*WHAT IS NEEDED*. Output must match the data below exactly from its first line through the line that contains "expect(fields.filter((f) => f.includes('band')", with no other line.

*DATA FOR THE TASK*.
describe('GET /api/exports/exams.csv: the estimate in words beside its numbers', () => {
  it('names the header as estimated and carries the caution on every row', async () => {
    const ward = await newWard()
    await submitted(ward.resident.auth, ward.team.id)

    const { fields, rows } = parse((await csvOf(ward.resident.auth)).text)

    expect(fields.filter((f) => f.startsWith('cvp_'))).toEqual(['cvp_estimate_cmh2o', 'cvp_estimate_mmhg'])
    expect(fields.filter((f) => f.includes('band') && !f.startsWith('reviewed_')).every((f) => f.startsWith('estimate_'))).toBe(true)
    expect(rows.every((r) => r.caution === CAUTION_TEXT)).toBe(true)
  })

  it('2 cm at 45°: not elevated, "normal or high", and the frame note explaining the 3 cm rule', async () => {
    const ward = await newWard()
    await submitted(ward.resident.auth, ward.team.id, { heightCm: 2 })

    const [row] = parse((await csvOf(ward.resident.auth)).text).rows

    // h 2 cm ≤ 3 cm: not elevated (McGee 1998); CVP 2 + 9.7 (Seth 2002, 45°) = 11.7, band 7.2–16.2: normal or high.
    expect(row).toMatchObject({
      cvp_estimate_cmh2o: '11.7',
      elevated: 'false',
      elevated_statement: 'JVP not elevated (not more than 3 cm above the sternal angle)',
      category_statement: 'normal or high',
    })
    expect(row!.frame_note).toContain('the 3 cm rule assumes the classical 5 cm offset')
    expect(row!.frame_note).toContain('9.7 cm')
  })

  it('a palpable pulsation confirmed venous: arterial evidence and its warning', async () => {
    const ward = await newWard()
    const venousSigns = { 'not-palpable': 'absent', 'double-peaked': 'present', 'falls-on-inspiration': 'present' } as const
    await submitted(ward.resident.auth, ward.team.id, { venousSigns, venousConfirmed: true })

    const [row] = parse((await csvOf(ward.resident.auth)).text).rows

    // Cook & Simel 1996 (JAMA 275:630–634): a palpable pulsation is the carotid's sign.
    expect(row).toMatchObject({ arterial_evidence: 'true', venous_confirmed: 'true' })
    expect(row!.arterial_warning).toMatch(/^Arterial evidence: the pulsation was palpable/)
    expect(row!.arterial_warning).toContain('The examiner confirmed the column is venous.')
  })

  it('lists the context flags, the reason a column was not assessable and the other cautions, never the prompts', async () => {
    const ward = await newWard()
    const first = await recordExam(app, ward.resident.auth, {
      teamId: ward.team.id,
      columnTop: 'not-assessable',
      heightCm: null,
      notAssessableReason: 'lines-or-dressings',
      context: ['positive-pressure-ventilation', 'tense-ascites'],
    })
    const second = await recordExam(app, ward.resident.auth, {
      teamId: ward.team.id,
      vein: 'left-internal',
      waveform: { aWave: 'normal', vWave: 'large', yDescent: 'normal' },
    })

    const res = await csvOf(ward.resident.auth)

    const { rows } = parse(res.text)
    const [notAssessable, leftVein] = [first, second].map((exam) => rows.find((r) => r.exam_id === exam.id))
    expect(notAssessable).toMatchObject({
      column_top: 'not-assessable',
      not_assessable_reason: 'lines-or-dressings',
      context: 'positive-pressure-ventilation;tense-ascites',
      bound: 'none',
      cvp_estimate_cmh2o: '',
      elevated_statement: '',
      category_statement: '',
    })
    expect(notAssessable!.other_cautions!.split(' | ')).toHaveLength(2)
    expect(leftVein!.other_cautions).toMatch(/left/i)
    expect(res.text).not.toContain('Prompt from Plumbline')
    expect(res.text).not.toMatch(/tricuspid regurgitation/i)
  })

  it('states "elevated" with the threshold of the settings version the estimate was saved with', async () => {
    const ward = await newWard()
    const admin = await makeCaller({ roles: ['admin'] })
    const before = await submitted(ward.resident.auth, ward.team.id, { heightCm: 4 })
    await saveSettings(app, admin.auth, { estimate: { elevatedAboveCm: 5 } })
    const after = await submitted(ward.resident.auth, ward.team.id, { heightCm: 4 })

    const rows = parse((await csvOf(ward.resident.auth)).text).rows

    const statementOf = (id: string) => rows.find((r) => r.exam_id === id)!.elevated_statement
    expect(statementOf(before.id)).toBe('JVP elevated (more than 3 cm above the sternal angle)')
    expect(statementOf(after.id)).toBe('JVP not elevated (not more than 5 cm above the sternal angle)')
  })

  it('exports an estimate saved under the first rules as it was saved, marked rules version 1', async () => {
    const ward = await newWard()
    const exam = await recordExam(app, ward.resident.auth, { teamId: ward.team.id })
    await ExamModel.update({ estimate: JSON.stringify(FIRST_RULES_ESTIMATE) }, { where: { id: exam.id } })

    const [row] = parse((await csvOf(ward.resident.auth)).text).rows

    expect(row).toMatchObject({
      rules_version: '1',
      settings_version: '1',
      cvp_estimate_cmh2o: '13.7',
      estimate_band_low_cmh2o: '10.68',
      estimate_band_high_cmh2o: '16.72',
      estimated_categories: 'high',
      category_statement: 'high',
      observer_source: 'local-pairs',
      elevated_statement: 'JVP elevated (more than 3 cm above the sternal angle)',
    })
  })
})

*COMPLETED TASK*.
describe('GET /api/exports/exams.csv: the estimate in words beside its numbers', () => {
  it('names the header as estimated and carries the caution on every row', async () => {
    const ward = await newWard()
    await submitted(ward.resident.auth, ward.team.id)

    const { fields, rows } = parse((await csvOf(ward.resident.auth)).text)

    expect(fields.filter((f) => f.startsWith('cvp_'))).toEqual(['cvp_estimate_cmh2o', 'cvp_estimate_mmhg'])
    expect(fields.filter((f) => f.includes('band') && !f.startsWith('reviewed_')).every((f) => f.startsWith('estimate_'))).toBe(true)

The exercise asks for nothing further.